SITUATION
Consider a very big cylinder with a mobile piston in the middle separating two sections (A and B) filled with gas. Both the cylinder walls and the piston are adiabatic, so there is no exchange of heat with the exterior or between sections. The pressure of the gas in A is much higher than the pressure of the gas in B (think 10 bar against 1 bar). The piston is originally being hold by one stick and there is another one not to far from it. We unlock the first and the system evolves until it hits the second one (we assume the change in volume was small enough so as to not produce any significant change of pressures: think 1 mL in total volumes of 1 L each section).
ANALYSIS
I first consider the change in energy of the total system in terms of the change of energy in the subsystems A and B. For the gas of section A, I could claim it only changed its $U$ by giving $p_B \Delta V$ of work to its environment (in this case, gas in section B). If I then consider the gas in section B, I can claim it received $p_A \Delta V$ of work from its environment (gas in section A). This $\Delta V$ is the same in magnitude for both cases but of opposite sign, so if I consider that the change in internal energy of the whole system must be the sum of these two, then I get:
$$ \Delta U_{tot} = \Delta U_{A} + \Delta U_{B} $$
$$ \Delta U_{tot} = -p_B \Delta V - p_A ( -\Delta V ) = ( p_A - p_B )\Delta V > 0 $$
However, if I then analyze what should happen to the whole system, it has not received any heat (adiabatic walls) nor any pressure work from the external environment (the external walls are fixed, the piston is an internal wall of the system). Since there is no other source of work being done to/by the system that I can identify, its $\Delta U_{tot}$ should be $0$.

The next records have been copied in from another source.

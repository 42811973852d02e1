// A tablet's project file is untrusted input to a merge (storage/merge.h,
// "Trust"): edited by hand with the sqlite3 shell, damaged, or hostile.
//
// Outside sources named beside the checks:
//  - SQLite documentation, "Defense Against The Dark Arts" (section 1.2:
//    SQLITE_DBCONFIG_DEFENSIVE, PRAGMA trusted_schema=OFF, triggers and views
//    of untrusted files) and the C API pages of sqlite3_db_config
//    (SQLITE_DBCONFIG_ENABLE_TRIGGER, SQLITE_DBCONFIG_ENABLE_VIEW);
//  - RFC 3629 section 3 (0xC3 alone is not UTF-8) and ECMA-48 (ESC, 0x1B,
//    starts a terminal control sequence);
//  - the value ranges of storage/SCHEMA.md, which are common practice for
//    compass readings (strike 0..360, dip 0..90), no published source;
//  - ISO 8601 for what a time is.
#include <gtest/gtest.h>
#include <sqlite3.h>

#include <algorithm>
#include <functional>

#include "merge_test_support.h"
#include "storage/merge.h"

using namespace cairn::store;
using namespace cairn::store::testing;

namespace {

std::string merge_error(const std::string& camp, const std::vector<std::string>& sources) {
  try {
    merge_into(camp, sources);
  } catch (const std::exception& e) {
    return e.what();
  }
  return "no error";
}

bool contains(const std::vector<std::string>& v, const std::string& x) {
  return std::find(v.begin(), v.end(), x) != v.end();
}

}  // namespace

TEST(Untrusted, AnUntrustedConnectionRunsNoTriggerAndReadsNoView) {
  // SQLite documentation, sqlite3_db_config: with ENABLE_TRIGGER off triggers
  // are not run; with ENABLE_VIEW off a view cannot be read.
  TempDir d;
  const std::string f = d.file("x.sqlite");
  {
    Db db(f, SQLITE_OPEN_READWRITE | SQLITE_OPEN_CREATE);
    db.exec(
        "CREATE TABLE t(x); CREATE TABLE log(y);"
        "CREATE TRIGGER t_log AFTER INSERT ON t BEGIN INSERT INTO log VALUES (new.x); END;"
        "CREATE VIEW v AS SELECT x FROM t;");
    db.exec("INSERT INTO t VALUES (1)");
    EXPECT_EQ(db.query_int("SELECT count(*) FROM log"), 1);  // an own connection runs it
  }
  Db db(f, SQLITE_OPEN_READWRITE, Trust::Untrusted);
  db.exec("INSERT INTO t VALUES (2)");
  EXPECT_EQ(db.query_int("SELECT count(*) FROM log"), 1);
  EXPECT_THROW(db.query_int("SELECT count(*) FROM v"), SqlError);
  // Defensive: the schema cannot be written as data (PRAGMA writable_schema).
  db.exec("PRAGMA writable_schema = ON");
  EXPECT_THROW(db.exec("UPDATE sqlite_master SET sql = 'x' WHERE name = 't'"), SqlError);
}

TEST(Untrusted, TablesTriggersAndViewsOfASourceAreNamedNeverAdopted) {
  Camp c;
  const std::string a = c.tablet("tabletA.cairn");
  {
    Db db(a, SQLITE_OPEN_READWRITE);
    db.exec(
        "CREATE TABLE field_sketches (uuid TEXT PRIMARY KEY, caption TEXT NOT NULL, created TEXT NOT NULL, "
        "updated TEXT NOT NULL, device TEXT NOT NULL, deleted TEXT);"
        "INSERT INTO field_sketches VALUES ('5a0c1e2d-0000-4000-8000-000000000001', 'fold hinge', "
        "'2025-06-14T10:00:00.000Z', '2025-06-14T10:00:00.000Z', 'a0000000-0000-4000-8000-00000000000a', NULL);"
        "CREATE TABLE \"odd\"\"name\" (uuid TEXT, updated TEXT, device TEXT, deleted TEXT, created TEXT);"
        "CREATE TRIGGER tamper AFTER INSERT ON devices BEGIN UPDATE stations SET notes = 'tampered'; END;"
        "CREATE VIEW every_station AS SELECT * FROM stations;");
  }
  const MergeReport rep = merge_into(c.camp, {a});
  const auto& ign = rep.sources.at(0).ignored;
  EXPECT_TRUE(contains(ign, "table field_sketches"));
  EXPECT_TRUE(contains(ign, "table odd\"name"));
  EXPECT_TRUE(contains(ign, "trigger tamper"));
  EXPECT_TRUE(contains(ign, "view every_station"));
  Db camp(c.camp, SQLITE_OPEN_READONLY);
  EXPECT_EQ(camp.query_int("SELECT count(*) FROM sqlite_master WHERE name IN "
                           "('field_sketches', 'odd\"name', 'tamper', 'every_station')"),
            0);
  EXPECT_EQ(camp.query_int("SELECT count(*) FROM stations WHERE notes = 'tampered'"), 0);
}

TEST(Untrusted, AViewStandingInForARecordTableIsRefused) {
  Camp c;
  { Project p = Project::open(c.camp, device(kCampDevice, "camp laptop")); }
  const std::string before = dump(c.camp);
  const std::string a = c.tablet("tabletA.cairn");
  {
    Db db(a, SQLITE_OPEN_READWRITE);
    db.exec("DROP TABLE photos; CREATE VIEW photos AS SELECT uuid, code AS path FROM stations");
  }
  const std::string e = merge_error(c.camp, {a});
  EXPECT_NE(e.find(a + " is not a Cairn project file: 'photos' is a view, not a table"), std::string::npos) << e;
  EXPECT_EQ(dump(c.camp), before);
}

TEST(Untrusted, EveryBadValueOfASourceRefusesTheMergeWithTableUuidAndRule) {
  struct Case {
    const char* what;
    const char* table;
    const char* sql;  // run on the tablet; ?1 is the record's UUID
    const char* rule;
  };
  const Case cases[] = {
      {"dip of -999", "planes", "UPDATE planes SET measured_dip = -999 WHERE uuid = ?1", "angle"},
      {"strike of 1e308", "planes", "UPDATE planes SET measured_strike = 1e308 WHERE uuid = ?1", "angle"},
      {"declination stored as text", "planes", "UPDATE planes SET declination = 'east' WHERE uuid = ?1", "type"},
      {"a time that is not a time", "stations", "UPDATE stations SET time = 'after lunch' WHERE uuid = ?1", "time"},
      {"an escape sequence in notes", "stations",
       "UPDATE stations SET notes = 'spur' || char(27) || '[2J' WHERE uuid = ?1", "control"},
      {"a code that is not UTF-8", "stations", "UPDATE stations SET code = CAST(X'53C3' AS TEXT) WHERE uuid = ?1",
       "utf8"},
      {"a photo path out of the folder", "photos", "UPDATE photos SET path = '../../outside.jpg' WHERE uuid = ?1",
       "photo-path"},
      {"a digest that is not hex", "photos",
       "UPDATE photos SET sha256 = 'zzzzzzzzzzzzzzzzzzzzzzzzzzzzzzzzzzzzzzzzzzzzzzzzzzzzzzzzzzzzzzzz' WHERE uuid = ?1",
       "sha256"},
      {"an observer that is not a UUID", "stations", "UPDATE stations SET observer = 'AE' WHERE uuid = ?1", "uuid"},
  };
  for (const Case& k : cases) {
    SCOPED_TRACE(k.what);
    Camp c;
    std::string photo;
    {
      Project p = Project::open(c.camp, device(kCampDevice, "camp laptop"));
      Photo ph;
      ph.station = c.legend.station;
      ph.path = "photos/s1.jpg";
      ph.sha256 = std::string(64, 'a');
      photo = add(p, ph);
    }
    const std::string before = dump(c.camp);
    const std::string a = c.tablet("tabletA.cairn");
    const std::string table = k.table;
    const std::string id = table == "planes" ? c.legend.plane : table == "photos" ? photo : c.legend.station;
    {
      Db db(a, SQLITE_OPEN_READWRITE);
      Stmt s(db, k.sql);
      s.bind(1, id);
      s.run();
      ASSERT_EQ(db.changes(), 1);
    }
    const std::string e = merge_error(c.camp, {a});
    EXPECT_NE(e.find(a + ": table " + table + ", record " + id + ": " + k.rule + ": "), std::string::npos) << e;
    EXPECT_NE(e.find("nothing was merged"), std::string::npos) << e;
    EXPECT_EQ(e.find('\x1b'), std::string::npos) << "the message carries the raw escape";
    EXPECT_EQ(dump(c.camp), before);
  }
}

TEST(Untrusted, ADamagedSourceIsRefusedBeforeAnythingIsWritten) {
  // SQLite documentation, "PRAGMA integrity_check": a page of garbage in the
  // middle of the file is reported; the file format's header stays readable.
  Camp c;
  {
    Project p = Project::open(c.camp, device(kCampDevice, "camp laptop"));
    for (int i = 0; i < 200; ++i) {
      Station s;
      s.code = "T" + std::to_string(i);
      s.lat = 46.5;
      s.lon = 14.9;
      s.notes = std::string(300, 'n');
      add(p, s);
    }
  }
  const std::string before = dump(c.camp);
  const std::string a = c.tablet("tabletA.cairn");
  {
    Db db(a, SQLITE_OPEN_READWRITE);
    db.exec("PRAGMA wal_checkpoint(TRUNCATE); PRAGMA journal_mode = DELETE");
  }
  std::string bytes = read_file(a);
  ASSERT_GT(bytes.size(), 40000u);
  for (size_t i = 20000; i < 24000; ++i) bytes[i] = static_cast<char>(i * 7);
  write_file(a, bytes);
  const std::string e = merge_error(c.camp, {a});
  EXPECT_TRUE(e.find(a + " failed its integrity check") != std::string::npos ||
              e.find(a + " cannot be read") != std::string::npos)
      << e;
  EXPECT_EQ(dump(c.camp), before);
}
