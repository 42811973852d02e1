// Base64 encoding (formats/base64.h).
// Source: the test vectors of RFC 4648, section 10, and Python's base64 module
// (Debian's /usr/bin/python3) for a binary string.
#include <gtest/gtest.h>

#include <cstdio>
#include <memory>

#include "formats/base64.h"

using cairn::formats::base64_encode;

TEST(Base64, Rfc4648Vectors) {
  EXPECT_EQ(base64_encode(""), "");
  EXPECT_EQ(base64_encode("f"), "Zg==");
  EXPECT_EQ(base64_encode("fo"), "Zm8=");
  EXPECT_EQ(base64_encode("foo"), "Zm9v");
  EXPECT_EQ(base64_encode("foob"), "Zm9vYg==");
  EXPECT_EQ(base64_encode("fooba"), "Zm9vYmE=");
  EXPECT_EQ(base64_encode("foobar"), "Zm9vYmFy");
}

TEST(Base64, EveryByteAsPythonEncodesIt) {
  std::string all;
  for (int i = 0; i < 256; ++i) all += static_cast<char>(255 - i);
  std::unique_ptr<FILE, int (*)(FILE*)> p(
      popen("/usr/bin/python3 -c \"import base64,sys; "
            "sys.stdout.write(base64.b64encode(bytes(range(255,-1,-1))).decode())\"",
            "r"),
      pclose);
  ASSERT_TRUE(p);
  std::string expected;
  char buf[512];
  while (fgets(buf, sizeof buf, p.get())) expected += buf;
  ASSERT_FALSE(expected.empty());
  EXPECT_EQ(base64_encode(all), expected);
}
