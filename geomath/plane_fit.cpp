#include "geomath/plane_fit.h"

#include <Eigen/Eigenvalues>
#include <Eigen/Geometry>
#include <algorithm>
#include <cmath>
#include <cstdio>
#include <map>
#include <mutex>
#include <optional>

#include "geomath/angles.h"
#include "geomath/distributions.h"
#include "geomath/decimal.h"

namespace cairn::geo {

namespace {

// Below these the points are treated as coincident or collinear: a micrometre
// absolute, or a part in 1e9 of the point cloud's size (well under rounding of
// any survey coordinate, well above double-precision noise of centred values).
constexpr double kTinyMetres = 1e-6;
constexpr double kTinyRelative = 1e-9;

// Quality thresholds.
// Fernández (2005): M > 4 and K < 0.8 for a reliable plane (values from memory).
constexpr double kMinM = 4.0;
constexpr double kMaxK = 0.8;
// A fit's weakness is judged by its 95% cone, which measures what the spread,
// the relief, the number of points and their precision together leave
// uncertain: a flat-lying contact mapped over a wide area is well constrained
// although its relief is small, and a long thin trace is weak only when the
// cone says so. The spread across the trace is still reported as a caveat when
// it is under 3 times the points' precision in that direction (in the spirit of
// Jones et al., 2016; the factor is our own choice).
constexpr double kSpreadOverPrecision = 3.0;
// Without any precision (three exact points, no accuracies) only the shape is
// judged: a second-axis spread under 5% of the first is "nearly collinear"
// (our own choice).
constexpr double kMinShapeRatio = 0.05;
// A 95% cone wider than this is reported as weak (our own choice).
constexpr double kMaxCone = 10.0;
// Residuals more than this many times the stated precision: not planar (our own
// choice; for a chi-square with a few degrees of freedom a ratio of 3 means a
// variance nine times the expected one).
constexpr double kMaxMisfitRatio = 3.0;

std::string point_name(size_t i) { return "point " + std::to_string(i + 1); }

struct Eigen3 {
  Eigen::Vector3d values;   // descending
  Eigen::Matrix3d vectors;  // columns to match
};

// Weighted centroid and eigen-decomposition of the weighted scatter matrix.
// Values are those of the covariance (scatter / sum of weights), descending.
Eigen3 weighted_scatter(const std::vector<Vec3>& p, const std::vector<double>& w, Vec3& centroid) {
  double sw = 0;
  Vec3 c = Vec3::Zero();
  for (size_t i = 0; i < p.size(); ++i) {
    c += w[i] * p[i];
    sw += w[i];
  }
  c /= sw;
  Eigen::Matrix3d s = Eigen::Matrix3d::Zero();
  for (size_t i = 0; i < p.size(); ++i) {
    const Vec3 d = p[i] - c;
    s.noalias() += w[i] * d * d.transpose();
  }
  s /= sw;
  // The iterative (QL) solver, not computeDirect: it keeps full accuracy on
  // the smallest eigenvector when the eigenvalues span many orders.
  Eigen::SelfAdjointEigenSolver<Eigen::Matrix3d> es(s);
  Eigen3 out;
  for (int k = 0; k < 3; ++k) {
    out.values(k) = std::max(0.0, es.eigenvalues()(2 - k));
    out.vectors.col(k) = es.eigenvectors().col(2 - k);
  }
  centroid = c;
  return out;
}

Vec3 upward(Vec3 n) {
  n.normalize();
  if (n.z() < 0) n = -n;
  return n;
}

// Precision (1-sigma, metres) of a point along unit direction u.
double precision_along(const FitPoint& p, const Vec3& u) {
  return std::sqrt(p.h_acc * p.h_acc * (u.x() * u.x() + u.y() * u.y()) + p.v_acc * p.v_acc * u.z() * u.z());
}

double angle_between(const Vec3& a, const Vec3& b) { return std::atan2(a.cross(b).norm(), std::abs(a.dot(b))); }

}  // namespace

const char* cone_source_name(ConeSource s) {
  switch (s) {
    case ConeSource::Accuracies: return "accuracies";
    case ConeSource::Residuals: return "residuals";
    case ConeSource::None: break;
  }
  return "none";
}

Result<Plane> three_point_plane(const FitPoint& a, const FitPoint& b, const FitPoint& c) {
  const Vec3 pa(a.e, a.n, a.z), pb(b.e, b.n, b.z), pc(c.e, c.n, c.z);
  const Vec3* pts[3] = {&pa, &pb, &pc};
  for (int i = 0; i < 3; ++i)
    if (!pts[i]->allFinite())
      return Result<Plane>::failure(point_name(i) + " has a coordinate that is not a finite number");
  // Coincident pairs first: they make any cross product meaningless.
  const int pairs[3][2] = {{0, 1}, {0, 2}, {1, 2}};
  double longest = 0;
  int li = 0;
  for (int k = 0; k < 3; ++k) {
    const double d = (*pts[pairs[k][1]] - *pts[pairs[k][0]]).norm();
    if (d < kTinyMetres)
      return Result<Plane>::failure("geometry too weak: points " + std::to_string(pairs[k][0] + 1) + " and " +
                                    std::to_string(pairs[k][1] + 1) + " coincide, so three points define no plane");
    if (d > longest) longest = d, li = k;
  }
  // Distance of the third point from the longest edge's line.
  const Vec3& p0 = *pts[pairs[li][0]];
  const Vec3& p1 = *pts[pairs[li][1]];
  const Vec3& p2 = *pts[3 - pairs[li][0] - pairs[li][1]];
  const Vec3 n = (p1 - p0).cross(p2 - p0);
  const double height = n.norm() / longest;
  if (height < std::max(kTinyMetres, kTinyRelative * longest))
    return Result<Plane>::failure("geometry too weak: the three points are collinear (the third lies " +
                                  format_decimal("%.3g", height) +
                                  " m from the line through the other two), so they define no plane");
  return plane_from_normal(n);
}

namespace {

// ---- the steps of fit_plane ---------------------------------------------------

// Checks every coordinate and accuracy; tells whether all points state accuracies.
Result<bool> validate_points(const std::vector<FitPoint>& pts) {
  const size_t N = pts.size();
  if (N < 3)
    return Result<bool>::failure("geometry too weak: " + std::to_string(N) +
                                 (N == 1 ? " point given" : " points given") + ", a plane needs at least 3");
  size_t with_acc = 0;
  for (size_t i = 0; i < N; ++i) {
    const FitPoint& p = pts[i];
    if (!std::isfinite(p.e) || !std::isfinite(p.n) || !std::isfinite(p.z))
      return Result<bool>::failure(point_name(i) + " has a coordinate that is not a finite number");
    if (!std::isfinite(p.h_acc) || !std::isfinite(p.v_acc) || p.h_acc < 0 || p.v_acc < 0)
      return Result<bool>::failure(point_name(i) + " has an accuracy that is negative or not a finite number");
    if (p.h_acc > 0 || p.v_acc > 0) ++with_acc;
  }
  if (with_acc != 0 && with_acc != N) {
    size_t missing = 0;
    while (pts[missing].h_acc > 0 || pts[missing].v_acc > 0) ++missing;
    return Result<bool>::failure("accuracies are given for some points but not all (" + point_name(missing) +
                                 " has none)");
  }
  return with_acc == N;
}

// Coincident or collinear points define no plane (judged unweighted).
// On success returns the unweighted decomposition and sets `length` (the
// standard deviation along the main axis).
Result<Eigen3> check_geometry(const std::vector<Vec3>& P, Vec3& c, double& length) {
  const size_t N = P.size();
  const std::vector<double> w(N, 1.0);
  Eigen3 eig = weighted_scatter(P, w, c);
  length = std::sqrt(eig.values(0));
  if (length < kTinyMetres)
    return Result<Eigen3>::failure("geometry too weak: all " + std::to_string(N) + " points coincide");
  // Spread across the main axis from the points' distances to that line: the
  // square root of a small eigenvalue would carry rounding noise of about
  // 1e-8 * length, the distances only about 1e-16 * length.
  double across2 = 0;
  const Vec3 e1 = eig.vectors.col(0);
  for (const auto& p : P) {
    const Vec3 d = p - c;
    across2 += (d - d.dot(e1) * e1).squaredNorm();
  }
  const double across = std::sqrt(across2 / static_cast<double>(N));
  if (across < std::max(kTinyMetres, kTinyRelative * length))
    return Result<Eigen3>::failure("geometry too weak: the " + std::to_string(N) +
                                   " points are collinear (they spread " + format_decimal("%.3g", across) +
                                   " m across the line through them), so they define no plane");
  return eig;
}

// Precision of point i along the normal, with a floor so that a point with a
// zero component cannot take all the weight.
double normal_sd(const FitPoint& p, const Vec3& normal) {
  return std::max(precision_along(p, normal), 1e-3 * std::max(p.h_acc, p.v_acc));
}

// Weighted total least squares: w = 1/sigma_n^2 depends on the normal, so
// refit until the normal settles (a few iterations in practice).
Vec3 iterate_weights(const std::vector<FitPoint>& pts, const std::vector<Vec3>& P, std::vector<double>& w, Eigen3& eig,
                     Vec3& c) {
  Vec3 normal = upward(eig.vectors.col(2));
  for (int it = 0; it < 50; ++it) {
    for (size_t i = 0; i < pts.size(); ++i) w[i] = 1.0 / std::pow(normal_sd(pts[i], normal), 2);
    eig = weighted_scatter(P, w, c);
    const Vec3 next = upward(eig.vectors.col(2));
    const double change = angle_between(next, normal);
    normal = next;
    if (change < 1e-14) break;
  }
  return normal;
}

What am I thinking wrong? Which step of the previous analysis is faulty? My intuition tells me that there is some "thermodynamically invisible" potential energy stored in the pressure difference between sections that is converted into "thermodynamically visible" energy by letting go of what is holding the piston, but (as my terminology indicates) I don't know how to consider this in thermodynamical terms.
Note 1: this question is similar to mine. But its author set the situation so that the change is infinitesimal in order to exchange the external pressure for the internal one in the work formula (as I understand it, $-p_{ext} \Delta V$ is valid for any process that is a constant external pressure). So as far as I can tell, the answer there heavily relies on this cuasi-static condition and doesn't really apply to this situation (or at least I don't understand how to adapt it). It is also mixing more "mechanical considerations" in ways I've never seen when dealing with a thermodynamic problem (like including the energy of the piston).
Note 2: I have previously stated this problem in another question. However, I did it in the context of a more general theoretical doubt and I think things got mixed up, so I ended up not quite satisfied with any response. I would like to avoid that here and just focus on understanding this problem, but just wanted to mention this to explain why I don't consider this to be a "double posting".